**DATASET EXTRACT:**
//! `material` blocks: groups of numbers, each with its citation.

use std::collections::BTreeMap;
use std::sync::Arc;

use crate::finding::Finding;
use crate::materials::alloy::{Compound, zinc_blende_density};
use crate::materials::constants::{ConstantUnit, Constants, NAMES};
use crate::materials::optics::Optics;
use crate::materials::{
    Bands, Elastic, GapLaw, Lattice, Material, MaterialClass, Origin, OriginKind, Valley, Varshni, elements,
    formula,
};
use crate::resolve::materials::values::{Arguments, Kind, properties, quantity, single};
use crate::resolve::materials::{Definition, ItemKind, Library};
use crate::resolve::names;
use crate::resolve::quantities::Scope;
use crate::source::{SourceId, Spanned};
use crate::syntax::{Named, Property, Statement};

/// The words a `material` block knows.
const GROUPS: &[&str] = &[
    "about",
    "affinity",
    "caution",
    "cite",
    "critical_points",
    "deformation",
    "density",
    "effective_mass",
    "elastic",
    "gap",
    "index",
    "kind",
    "lattice",
    "permittivity",
    "source",
];

/// Words of the language whose numbers nothing uses yet.
const PENDING: &[&str] = &["mobility", "lifetime", "radiative", "doping_limit", "damage", "expansion"];

/// Where the tables of an item are.
#[derive(Clone, Copy)]
pub(super) enum Texts<'a> {
    /// Beside the library.
    BuiltIn,
    /// Read before, by the path as written.
    User(&'a BTreeMap<String, (SourceId, Arc<str>)>),
}

/// Reads one item.
pub(super) struct Reader<'a> {
    pub(super) library: &'a mut Library,
    pub(super) scope: &'a mut Scope,
    pub(super) texts: Texts<'a>,
    /// `source NAME "…"` of the item.
    sources: BTreeMap<String, String>,
    /// `cite` of the item's own body, for groups that have none.
    whole: Option<(OriginKind, String)>,
    pub(super) origins: Vec<Origin>,
}
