//! Effective densities of states and the intrinsic density, from the masses and the gaps.

use crate::materials::{GapKind, Material, ROOM_TEMPERATURE_K};
use crate::numerics::constants::{BOLTZMANN, PLANCK, thermal_voltage};

/// Electron mass, kg (CODATA 2018).
const ELECTRON_MASS: f64 = 9.109_383_701_5e-31;

/// Directions in which the warped valence bands are averaged, a side of an octant.
const DIRECTIONS: usize = 12;

/// `2 (2π m kT/h²)^(3/2)` with `m` in electron masses, 1/m3: 2.509e19 /cm3 for one at 300 K.
fn density(mass: f64, temperature_k: f64) -> f64 {
    let inner = 2.0 * std::f64::consts::PI * mass * ELECTRON_MASS * BOLTZMANN * temperature_k;
    2.0 * (inner / (PLANCK * PLANCK)).powf(1.5)
}

impl Material {
    /// Effective density of states of the conduction band, 1/m3, counted from its lowest edge at
    /// `temperature_k` (K): every valley whose mass is known, by its Boltzmann weight. Parabolic
    /// bands.
    pub fn conduction_density_per_m3(&self, temperature_k: f64) -> Option<f64> {
        let bands = self.bands.as_ref().filter(|_| temperature_k > 0.0)?;
        let lowest = bands.gap(temperature_k)?;
        let valleys =
            [(&bands.gamma, GapKind::Direct), (&bands.x, GapKind::IndirectX), (&bands.l, GapKind::IndirectL)];
        let mut sum = None;
        for (valley, kind) in valleys {
            let Some(valley) = valley else { continue };
            let is_lowest = kind == lowest.kind;
            let Some(mass) = self.valley_mass(kind, is_lowest) else {
                if is_lowest {
                    return None;
                }
                continue;
            };
            let above_ev = valley.at(temperature_k) - lowest.ev;
            let weight = (-above_ev / thermal_voltage(temperature_k)).exp();
            sum = Some(sum.unwrap_or(0.0) + weight * density(mass, temperature_k));
        }
        sum
    }

    /// Density-of-states mass of a valley with all its equivalents, in electron masses.
    fn valley_mass(&self, kind: GapKind, is_lowest: bool) -> Option<f64> {
        let get = |name: &str| self.constants.get(name).filter(|mass| *mass > 0.0);
        let stated = get("mass.electron_density").filter(|_| is_lowest);
        stated.or_else(|| match kind {
            GapKind::Direct => get("mass.electron"),
            GapKind::IndirectX => get("mass.x_density"),
            GapKind::IndirectL => get("mass.l_density"),
        })
    }

    /// Effective density of states of the valence band, 1/m3, at `temperature_k` (K): heavy and
    /// light holes; the split-off band, some kT below, is left out.
    ///
    /// By the stated density-of-states mass; else by the stated masses of both; else by the
    /// Luttinger parameters, whose warped bands
    /// `E = (γ1 ∓ √(4γ2² + 12 (γ3² − γ2²) s)) ħ²k²/2m`, `s = (x²y² + y²z² + z²x²)` of the direction, are
    /// averaged over all directions (Dresselhaus, Kip and Kittel, Phys. Rev. 98, 368 (1955)).
    pub fn valence_density_per_m3(&self, temperature_k: f64) -> Option<f64> {
        if temperature_k <= 0.0 {
            return None;
        }
        let get = |name: &str| self.constants.get(name).filter(|mass| *mass > 0.0);
        let of_two = |heavy: f64, light: f64| heavy.powf(1.5) + light.powf(1.5);
        let mass = get("mass.hole_density").map(|mass| mass.powf(1.5)).or_else(|| {
            let stated = || Some(of_two(get("mass.heavy_hole")?, get("mass.light_hole")?));
            stated().or_else(|| self.warped_masses())
        })?;
        Some(mass * density(1.0, temperature_k))
    }

    /// `m_heavy^1.5 + m_light^1.5` averaged over directions; `None` without sound parameters.
    fn warped_masses(&self) -> Option<f64> {
        let luttinger = |name: &str| self.constants.get(name);
        let g1 = luttinger("mass.luttinger1")?;
        let g2 = luttinger("mass.luttinger2")?;
        let g3 = luttinger("mass.luttinger3")?;
        // Heavy holes have a positive mass along every axis only then.
        if g1 <= 2.0 * g2.max(g3) || g2 < 0.0 || g3 < 0.0 {
            return None;
        }
        let (mut sum, steps) = (0.0, DIRECTIONS as f64);
        for polar in 0..DIRECTIONS {
            let z = (polar as f64 + 0.5) / steps;
            for turn in 0..DIRECTIONS {
                let azimuth = (turn as f64 + 0.5) / steps * std::f64::consts::FRAC_PI_2;
                let across = 1.0 - z * z;
                let (x2, y2) = (across * azimuth.cos().powi(2), across * azimuth.sin().powi(2));
                let s = x2 * y2 + (x2 + y2) * z * z;
                let root = (4.0 * g2 * g2 + 12.0 * (g3 * g3 - g2 * g2) * s).max(0.0).sqrt();
                sum += (g1 - root).powf(-1.5) + (g1 + root).powf(-1.5);
            }
        }
        Some(sum / (steps * steps)).filter(|mass| mass.is_finite())
    }

    /// Intrinsic density, 1/m3, at `temperature_k` (K): `√(N_C N_V) exp(−E_g/2kT)`, Boltzmann
    /// statistics; where the material states its value at 300 K, in proportion to that.
    pub fn intrinsic_density_per_m3(&self, temperature_k: f64) -> Option<f64> {
        let at = |temperature_k: f64| {
            let states = self.conduction_density_per_m3(temperature_k)?
                * self.valence_density_per_m3(temperature_k)?;
            let gap_ev = self.gap(temperature_k)?.ev;
            Some(states.sqrt() * (-gap_ev / (2.0 * thermal_voltage(temperature_k))).exp())
        };
        let now = at(temperature_k)?;
        let Some(stated) = self.carriers.intrinsic_per_m3 else { return Some(now) };
        Some(now * stated / at(ROOM_TEMPERATURE_K)?)
    }
}
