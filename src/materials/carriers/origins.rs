//! Origins of what is worked out rather than stated.

use crate::materials::{Material, Origin, OriginKind};

/// One origin for each quantity of carriers that follows from something else: densities of
/// states, affinity, radiative coefficient (where `has_edge`: the optics show a gap).
pub fn derived(material: &Material, has_edge: bool) -> Vec<Origin> {
    let model = |what: &str, cite: &str| Origin {
        what: what.to_owned(),
        kind: OriginKind::Model,
        cite: cite.to_owned(),
    };
    let room = crate::materials::ROOM_TEMPERATURE_K;
    let mut origins = Vec::new();
    let has_states =
        material.conduction_density_per_m3(room).is_some() && material.valence_density_per_m3(room).is_some();
    if has_states {
        origins.push(model("densities of states", "parabolic bands of the masses; holes by the stated mass or by the Luttinger parameters averaged over directions"));
    }
    if has_states && has_edge && material.carriers.radiative_m3_per_s.is_none() {
        origins.push(model("radiative", "W. van Roosbroeck, W. Shockley, Phys. Rev. 94, 1558 (1954), from the absorption and the index used here"));
    }
    if material.constants.get("affinity").is_none() && material.constants.get("valence_offset").is_some() {
        origins.push(model("affinity", "valence-band offset and gap, with gallium arsenide at 4.07 eV (S. M. Sze, K. K. Ng, Physics of Semiconductor Devices, 3rd ed., Wiley (2007))"));
    }
    origins
}
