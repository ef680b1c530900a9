//! Radiative recombination from absorption.

use crate::materials::optics::{EV_M, Optics};
use crate::materials::{Material, ROOM_TEMPERATURE_K};
use crate::numerics::constants::{CHARGE, LIGHT_SPEED, PLANCK, thermal_voltage};

/// Energies of the integral.
const STEPS: usize = 250;
/// How far below the lowest gap its absorption counts, eV: further down the tails of the tables
/// are cut off.
const BELOW_EV: f64 = 0.3;
/// How far above, in kT: `exp(−17)` is left out.
const ABOVE_KT: f64 = 17.0;

impl Material {
    /// Radiative coefficient `B` in m3/s: the rate is `B (np − n_i²)`, all photons counted,
    /// before any of them is absorbed again.
    ///
    /// The stated one, which falls as `T^(−3/2)` like that of a direct gap between parabolic
    /// bands; else by van Roosbroeck and Shockley, Phys. Rev. 94, 1558 (1954), from the material's
    /// own absorption, index and intrinsic density:
    /// `B n_i² = 8π/(h³c²) ∫ n² α E² / (exp(E/kT) − 1) dE`.
    ///
    /// Meant for 150 to 500 K: the tail below the gap keeps its shape while it moves, and a cold
    /// one is steeper. `None` without a table that has an edge, or without an intrinsic density.
    pub fn radiative_coefficient_m3_per_s(&self, temperature_k: f64) -> Option<f64> {
        if temperature_k <= 0.0 {
            return None;
        }
        if let Some(stated) = self.carriers.radiative_m3_per_s {
            return Some(stated * (temperature_k / ROOM_TEMPERATURE_K).powf(-1.5));
        }
        let has_edge = match &self.optics {
            Optics::Table(table) => table.gap_ev.is_some(),
            Optics::Direct(edge) => edge.index.is_some(),
            Optics::None | Optics::Ideal(_) => false,
        };
        let gap_ev = self.gap(temperature_k).filter(|_| has_edge)?.ev;
        let intrinsic = self.intrinsic_density_per_m3(temperature_k)?;
        let kt_ev = thermal_voltage(temperature_k);
        let shift_ev = self.edge_shift_ev(temperature_k);
        let (low, high) = ((gap_ev - BELOW_EV).max(0.2 * gap_ev), gap_ev + ABOVE_KT * kt_ev);
        let step = (high - low) / STEPS as f64;
        let mut sum = 0.0;
        for at in 0..=STEPS {
            let energy = low + step * at as f64;
            let wavelength = EV_M / energy;
            let (n, k) = self.optics.index(wavelength, shift_ev)?;
            let alpha = 4.0 * std::f64::consts::PI * k / wavelength;
            let end = if at == 0 || at == STEPS { 0.5 } else { 1.0 };
            // Counted from the gap, so that neither factor over- or underflows in the cold.
            let thermal = ((gap_ev - energy) / kt_ev).exp() / (1.0 - (-energy / kt_ev).exp());
            sum += end * n * n * alpha * energy * energy * thermal;
        }
        // eV³ to J³.
        let rate =
            8.0 * std::f64::consts::PI * sum * step * (CHARGE / PLANCK).powi(3) / (LIGHT_SPEED * LIGHT_SPEED);
        let states = intrinsic * intrinsic * (gap_ev / kt_ev).exp();
        Some(rate / states).filter(|coefficient| coefficient.is_finite() && *coefficient > 0.0)
    }
}
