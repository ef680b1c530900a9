//! The laws themselves: mobility, lifetime, gap narrowing, damage.

use crate::materials::carriers::{Carrier, PerCarrier};

/// Low-field mobility against doping and temperature,
///
/// `μ(N, T) = μ_least + (μ_most (300/T)^a − μ_least) / (1 + (N / (N_half (T/300)^b))^λ)`:
/// Caughey and Thomas, Proc. IEEE 55, 2192 (1967), with the temperature exponents of Sotoodeh,
/// Khalid and Rezazadeh, J. Appl. Phys. 87, 2890 (2000). Meant for 77 to 500 K.
#[derive(Clone, Copy, Debug, PartialEq)]
pub struct MobilityLaw {
    /// `μ_most`: without doping at 300 K, m2/V/s.
    pub most_m2_per_vs: f64,
    /// `μ_least`: at the highest doping, m2/V/s.
    pub least_m2_per_vs: f64,
    /// `N_half`: the doping that halves the way from one to the other at 300 K, 1/m3.
    pub half_per_m3: f64,
    /// `λ`: how steeply.
    pub steepness: f64,
    /// `a`: how the undoped mobility falls with temperature.
    pub cooling: f64,
    /// `b`: how `N_half` rises with temperature.
    pub half_cooling: f64,
}

impl MobilityLaw {
    /// m2/V/s, above 0 at any doping ≥ 0 in 1/m3 and temperature > 0 in K.
    pub fn at(self, doping_per_m3: f64, temperature_k: f64) -> f64 {
        let warm = temperature_k / 300.0;
        let most = self.most_m2_per_vs * warm.powf(-self.cooling);
        // Far above room temperature lattice scattering alone may give less than `least`.
        let least = self.least_m2_per_vs.min(most);
        let half = self.half_per_m3 * warm.powf(self.half_cooling);
        least + (most - least) / (1.0 + (doping_per_m3.max(0.0) / half).powf(self.steepness))
    }

    /// The law between others: means weighted by shares that sum to 1, of the logarithms of the
    /// mobilities and of the doping, of the exponents as they are. `None` for none.
    pub fn between(laws: &[(f64, Self)]) -> Option<Self> {
        let mean = |of: fn(&Self) -> f64| laws.iter().map(|(share, law)| share * of(law)).sum::<f64>();
        let log_mean =
            |of: fn(&Self) -> f64| laws.iter().map(|(share, law)| share * of(law).ln()).sum::<f64>().exp();
        if laws.is_empty() {
            return None;
        }
        Some(Self {
            most_m2_per_vs: log_mean(|law| law.most_m2_per_vs),
            least_m2_per_vs: log_mean(|law| law.least_m2_per_vs),
            half_per_m3: log_mean(|law| law.half_per_m3),
            steepness: mean(|law| law.steepness),
            cooling: mean(|law| law.cooling),
            half_cooling: mean(|law| law.half_cooling),
        })
    }
}

/// Non-radiative lifetime of a minority carrier, `τ(N) = τ_most / (1 + (N/N_half)^λ)`, the form of
/// Fossum, Solid-State Electron. 19, 269 (1976), where `λ` is 1.
#[derive(Clone, Copy, Debug, PartialEq)]
pub struct Lifetime {
    /// Without doping, s.
    pub most_s: f64,
    /// The doping that halves it, 1/m3; infinite where doping does nothing to it.
    pub half_per_m3: f64,
    /// `λ`.
    pub steepness: f64,
}

impl Lifetime {
    /// s, above 0.
    pub fn at(self, doping_per_m3: f64) -> f64 {
        self.most_s / (1.0 + (doping_per_m3.max(0.0) / self.half_per_m3).powf(self.steepness))
    }
}

/// What doping takes off the gap,
/// `ΔE = a (N/N₁)^(1/3) + b (N/N₁)^(1/4) + c (N/N₁)^(1/2)` with `N₁` = 1e18 /cm3: exchange of the
/// majority carriers, correlation of the minority carriers, and impurities, in the form of Jain
/// and Roulston, Solid-State Electron. 34, 453 (1991).
#[derive(Clone, Copy, Debug, PartialEq)]
pub struct GapNarrowing {
    /// `a`, eV.
    pub cube_root_ev: f64,
    /// `b`, eV.
    pub fourth_root_ev: f64,
    /// `c`, eV.
    pub square_root_ev: f64,
}

impl GapNarrowing {
    /// `N₁`, 1/m3.
    pub const REFERENCE_PER_M3: f64 = 1e24;

    /// eV ≥ 0 at a doping in 1/m3.
    pub fn at(self, doping_per_m3: f64) -> f64 {
        let share = doping_per_m3.max(0.0) / Self::REFERENCE_PER_M3;
        self.cube_root_ev * share.cbrt()
            + self.fourth_root_ev * share.sqrt().sqrt()
            + self.square_root_ev * share.sqrt()
    }
}

/// A particle that damages.
#[derive(Clone, Copy, Debug, PartialEq, Eq, Hash)]
pub enum Particle {
    /// Electrons.
    Electrons,
    /// Protons.
    Protons,
}

impl Particle {
    /// As the language writes it.
    pub fn word(self) -> &'static str {
        match self {
            Self::Electrons => "electrons",
            Self::Protons => "protons",
        }
    }
}

/// What irradiation does to a diffusion length: `1/L² = 1/L₀² + K_L Φ` with the fluence `Φ` in
/// 1/m2 and `K_L` a plain number; it holds for one particle at one energy.
#[derive(Clone, Copy, Debug, PartialEq)]
pub struct Damage {
    /// Which particle.
    pub particle: Particle,
    /// Its kinetic energy, J.
    pub energy_j: f64,
    /// `K_L` of minority electrons and of minority holes.
    pub constant: PerCarrier<f64>,
}

impl Damage {
    /// Diffusion length in m of a minority carrier after a fluence in 1/m2 of this particle;
    /// `None` without a constant for that carrier.
    pub fn diffusion_length_m(&self, minority: Carrier, before_m: f64, fluence_per_m2: f64) -> Option<f64> {
        let constant = self.constant.get(minority)?;
        Some(before_m / (1.0 + before_m * before_m * constant * fluence_per_m2).sqrt())
    }
}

**REQUIRED ACTION:** Taking the line with "Some(rate / states).filter(|coefficient|" as the first and the line with "Far above room" as the last, retype that stretch of the data above exactly, with no other lines.

**RESPONSE TO THE TASK:**
        Some(rate / states).filter(|coefficient| coefficient.is_finite() && *coefficient > 0.0)
    }
}
repository ef680b1c530900a9
//! The laws themselves: mobility, lifetime, gap narrowing, damage.

use crate::materials::carriers::{Carrier, PerCarrier};

/// Low-field mobility against doping and temperature,
///
/// `μ(N, T) = μ_least + (μ_most (300/T)^a − μ_least) / (1 + (N / (N_half (T/300)^b))^λ)`:
/// Caughey and Thomas, Proc. IEEE 55, 2192 (1967), with the temperature exponents of Sotoodeh,
/// Khalid and Rezazadeh, J. Appl. Phys. 87, 2890 (2000). Meant for 77 to 500 K.
#[derive(Clone, Copy, Debug, PartialEq)]
pub struct MobilityLaw {
    /// `μ_most`: without doping at 300 K, m2/V/s.
    pub most_m2_per_vs: f64,
    /// `μ_least`: at the highest doping, m2/V/s.
    pub least_m2_per_vs: f64,
    /// `N_half`: the doping that halves the way from one to the other at 300 K, 1/m3.
    pub half_per_m3: f64,
    /// `λ`: how steeply.
    pub steepness: f64,
    /// `a`: how the undoped mobility falls with temperature.
    pub cooling: f64,
    /// `b`: how `N_half` rises with temperature.
    pub half_cooling: f64,
}

impl MobilityLaw {
    /// m2/V/s, above 0 at any doping ≥ 0 in 1/m3 and temperature > 0 in K.
    pub fn at(self, doping_per_m3: f64, temperature_k: f64) -> f64 {
        let warm = temperature_k / 300.0;
        let most = self.most_m2_per_vs * warm.powf(-self.cooling);
        // Far above room temperature lattice scattering alone may give less than `least`.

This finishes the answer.